# Early spring 2020 weed



## jellysgreen (Sep 17, 2019)

:ugeek: Newbie back again trying to learn, layed my prodiamine on my fall newly seed 100% KBG from supersededstore and notice POA germination. Also on my other 2021 future project I'm trying to just maintain it for now. Can someone identify this weed.


----------



## 1028mountain (Oct 1, 2019)

Look in the cool season weed identification thread.


----------



## jellysgreen (Sep 17, 2019)

Ok thank you


----------



## greengrass (Sep 9, 2018)

Looks like crocus. It will flower soon.


----------



## jellysgreen (Sep 17, 2019)

Hard to tell from the bad pic but I ruled out the quackgrass, I will try crocus


----------



## Spammage (Apr 30, 2017)

@jellysgreen, @g-man identified this as Star of Bethlehem in another thread.

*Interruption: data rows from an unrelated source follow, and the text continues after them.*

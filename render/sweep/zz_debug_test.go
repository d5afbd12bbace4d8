package sweep
import ("testing";"context";"kerrscope/scene";"kerrscope/render")
func TestZZDebug(t *testing.T){
 s:=scene.Default(); s.Screen.Width,s.Screen.Height=64,64; s.Output.Directory=t.TempDir()
 a,_:=ParseAxis("spin=0.5:0.999999:6:log1m")
 p,err:=NewPlan(s,[]Axis{a},render.Scales{}); if err!=nil{t.Fatal(err)}
 for _,pt:=range p.Points{ f,_:=render.Render(context.Background(),pt.Scene,nil); t.Log(pt.Values, f.AutoScales())}
 sc,_:=p.chooseScales(context.Background()); t.Log(sc)
}
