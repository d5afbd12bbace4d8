package maps

import (
	"math"
	"testing"

	"kerrscope/scene"
)

// TestColourBarTicksTerminate draws the colour-bar ticks of every map
// with scales that are infinite, NaN or span all of float64: each call
// returns, with ticks on the bar.
func TestColourBarTicksTerminate(t *testing.T) {
	inf, nan := math.Inf(1), math.NaN()
	for _, c := range [][2]float64{{inf, inf}, {0, 1}, {nan, 1}, {1, nan}, {1e-300, 1e300}, {5e-324, math.MaxFloat64}, {-1, 1}, {2, 1}} {
		if n := len(decadeTicks(c[0], c[1])); n > maxTickDecades {
			t.Errorf("decadeTicks(%v): %d ticks", c, n)
		}
		if n := len(logTicks(c[0], c[1])); n > 3*maxTickDecades+2 {
			t.Errorf("logTicks(%v): %d ticks", c, n)
		}
	}
	if got := decadeTicks(0.01, 100); len(got) != 5 || got[0] != 0.01 || got[4] != 100 {
		t.Errorf("decadeTicks(0.01, 100) = %v", got)
	}
	f := renderDefault(t, func(s *scene.Scene) { s.Screen.Width, s.Screen.Height = 8, 8 })
	for _, sc := range []Scales{
		{IMax: inf}, {IMax: 1e308}, {IMax: 1, IDecades: 1e308}, {IMax: nan}, {IMax: 5e-324, IDecades: 30},
		{GMin: nan, GMax: inf}, {GMin: 5e-324, GMax: 1e308}, {RMin: 5e-324, RMax: 1e308}, {RMin: 1, RMax: inf},
	} {
		for _, scale := range []string{"log", "linear"} {
			f.Res.Output.IntensityScale = scale
			for _, m := range table {
				p := m.Panel(f, sc)
				if p.Bar == nil {
					continue
				}
				for _, tk := range p.Bar.Ticks {
					if !(tk.T >= 0 && tk.T <= 1) {
						t.Errorf("%s %+v: tick %q at %v", m.Name, sc, tk.Label, tk.T)
					}
				}
				if len(p.Bar.Ticks) > 3*maxTickDecades+2 {
					t.Errorf("%s %+v: %d ticks", m.Name, sc, len(p.Bar.Ticks))
				}
			}
		}
	}
}
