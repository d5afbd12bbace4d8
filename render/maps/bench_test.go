package maps

import (
	"context"
	"image"
	"testing"

	"kerrscope/render/pixels"
	"kerrscope/scene"
)

// BenchmarkImage draws each map's pixel-exact image of a 512² frame
// (a = 0.94, 63°, 3 orders), scales fixed beforehand, into one image
// reused from draw to draw.
//
//	go test ./render/maps -run X -bench Image
func BenchmarkImage(b *testing.B) { benchImage(b, 512, scene.MapNames) }

// BenchmarkImage2048 is BenchmarkImage at 2048² for the maps of a
// default run.
func BenchmarkImage2048(b *testing.B) {
	benchImage(b, 2048, []string{"redshift", "intensity", "radius", "order", "shadow"})
}

func benchImage(b *testing.B, n int, names []string) {
	s := scene.Default()
	s.Hole.Spin, s.Observer.InclinationDeg = 0.94, 63
	s.Screen.Width, s.Screen.Height = n, n
	r, err := s.Resolve()
	if err != nil {
		b.Fatal(err)
	}
	f, err := pixels.Render(context.Background(), r, nil)
	if err != nil {
		b.Fatal(err)
	}
	sc := Scales{}.Fill(f)
	for _, name := range names {
		m, _ := Lookup(name)
		b.Run(name, func(b *testing.B) {
			img := image.NewRGBA(image.Rect(0, 0, f.W, f.H)) // reused, as the outputs do
			for b.Loop() {
				m.Draw(img, f, sc)
			}
			b.ReportMetric(float64(b.Elapsed().Nanoseconds())/float64(b.N)/float64(f.W*f.H), "ns/pixel")
		})
	}
}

I have no experience with it, but it looks like the same thing.


----------



## jellysgreen (Sep 17, 2019)

@Spammage wow thanks, that's exactly what it is!!! Would've never guessed


----------



## Willygoat (Mar 19, 2020)

I've been digging these up all day. Hard to chemically kill, best to dig up because they have bulbs.


----------